I am going to be very honest, it needs to be. If you agree with the content, please don’t shy away from agreeing with it, simply like it. It’s more important for you to confirm the content as this will ultimately lead to a change that HAS to happen. It’s funny actually because I get about these days, I attended the Elex show and people were coming up saying they love my feed and the blogs yet they never like or comment.


I apologise to those people I am going to call out in these blogs. I won’t use your name directly but I will detail the things that happened between us.


So what are we going to cover, see below:


1.        Where my journey started and college.


2.        My first employment as an electrician – its an eye-opener.


3.        Redundancy and self-employment


4.        My first role as a Qualifying Supervisor – let’s expose what we all do prior to our assessments.

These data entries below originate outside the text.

// The lock is a listening socket with an abstract name (unix(7)): only one process can hold it, taking it is one step,
// and the system frees it however the holder ends. A lock file would be left behind by kill -9.
import { createHash } from 'node:crypto';
import net from 'node:net';
import { root } from '../checkout.mjs';
import { say } from '../progress.mjs';

/** Resolves to the listening server that is the lock, or to null while another process holds it. */
function take(address) {
  return new Promise((resolve, reject) => {
    const server = net.createServer();
    server.once('error', (error) => (error.code === 'EADDRINUSE' ? resolve(null) : reject(error)));
    server.listen(address, () => resolve(server.unref()));
  });
}

/** Resolves when the holder lets go: its end closes the connection. */
function untilReleased(address) {
  return new Promise((resolve) => {
    const connection = net.connect(address);
    connection.once('error', () => setTimeout(resolve, 50));
    connection.once('close', resolve);
    connection.resume();
  });
}

/** Runs `action` while no other process of this checkout is inside a lock of the same name. */
export async function withLock(name, action) {
  const address = `\0patchrow-${name}-${createHash('sha256').update(root).digest('hex').slice(0, 16)}`;
  let lock = await take(address);
  if (lock === null) say('Waiting for another Patchrow command in this folder …');
  while (lock === null) {
    await untilReleased(address);
    lock = await take(address);
  }
  const waiting = new Set();
  lock.on('connection', (socket) => { waiting.add(socket); socket.on('error', () => {}); });
  try {
    return await action();
  } finally {
    lock.close();
    for (const socket of waiting) socket.destroy();
  }
}
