import { createHash } from 'node:crypto';
import { createReadStream } from 'node:fs';
import { mkdir, rename, rm, stat } from 'node:fs/promises';
import { join } from 'node:path';
import type { Readable } from 'node:stream';

/** Originals by the SHA-256 of their bytes. The same bytes are kept once, whoever sent them; nothing is ever changed. */
export interface FileStore {
  /** Takes over the file at this path, which lies in the store's own incoming folder. */
  keep: (incomingPath: string) => Promise<{ sha256: string; bytes: number }>;
  read: (sha256: string) => Promise<Readable>;
  /** A path on this machine for readers that need to jump about in the file; valid while `use` runs. */
  withPath: <Result>(sha256: string, use: (path: string) => Promise<Result>) => Promise<Result>;
  remove: (sha256: string) => Promise<void>;
  /** Where uploads are received before they are kept. */
  incomingFolder: string;
}

/** Originals in a folder: two letters of the hash make the sub-folder. */
function folderStore(folder: string): FileStore {
  const incomingFolder = join(folder, 'incoming');
  const pathOf = (sha256: string) => {
    if (!/^[0-9a-f]{64}$/.test(sha256)) throw new Error(`"${sha256}" is no SHA-256`);
    return join(folder, sha256.slice(0, 2), sha256);
  };
  return {
    incomingFolder,
    keep: async (incomingPath) => {
      const { sha256, bytes } = await hashOf(incomingPath);
      const path = pathOf(sha256);
      await mkdir(join(folder, sha256.slice(0, 2)), { recursive: true });
      // A rename within the folder is whole or not at all; the same bytes replace themselves.
      await rename(incomingPath, path);
      return { sha256, bytes };
    },
    read: async (sha256) => {
      await stat(pathOf(sha256));
      return createReadStream(pathOf(sha256));
    },
    withPath: (sha256, use) => use(pathOf(sha256)),
    remove: (sha256) => rm(pathOf(sha256), { force: true }),
  };
}

async function hashOf(path: string): Promise<{ sha256: string; bytes: number }> {
  const hash = createHash('sha256');
  let bytes = 0;
  for await (const chunk of createReadStream(path, { highWaterMark: 1 << 20 }) as AsyncIterable<Buffer>) {
    hash.update(chunk);
    bytes += chunk.length;
  }
  return { sha256: hash.digest('hex'), bytes };
}

let opened: FileStore | null = null;

/** Names the folder of originals for this process. */
export async function openFileStore(folder: string): Promise<void> {
  opened = folderStore(folder);
  await mkdir(opened.incomingFolder, { recursive: true });
}

/** The store of this process. */
export function fileStore(): FileStore {
  if (!opened) throw new Error('The file store is not open');
  return opened;
}
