export function anyFreePort(): Promise<number>;
export function isPortFree(port: number): Promise<boolean>;
export function nextFreePort(wanted: number): Promise<number>;
export function wantedPort(text?: string): number;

5.        This blog – From sparky to compliance manager – this was my shock entrance to social housing and my trip away from our trusted wiring regulations.


6.        Seeing the industry flaws opening up in front of me and then stepping into a different world of the electrical industry. The email, the meeting and then a national working group.


7.        My application to JPEL64 – in detail


8.        The future of our industry – my view and my opinion.


So where did we finish off? I had been approached by a Local Authority (ALMO actually) and given the opportunity to be interviewed for a Technical Surveyors job. This wasn’t direct for the council; it was through an agency as a consultant self-employed Surveyor.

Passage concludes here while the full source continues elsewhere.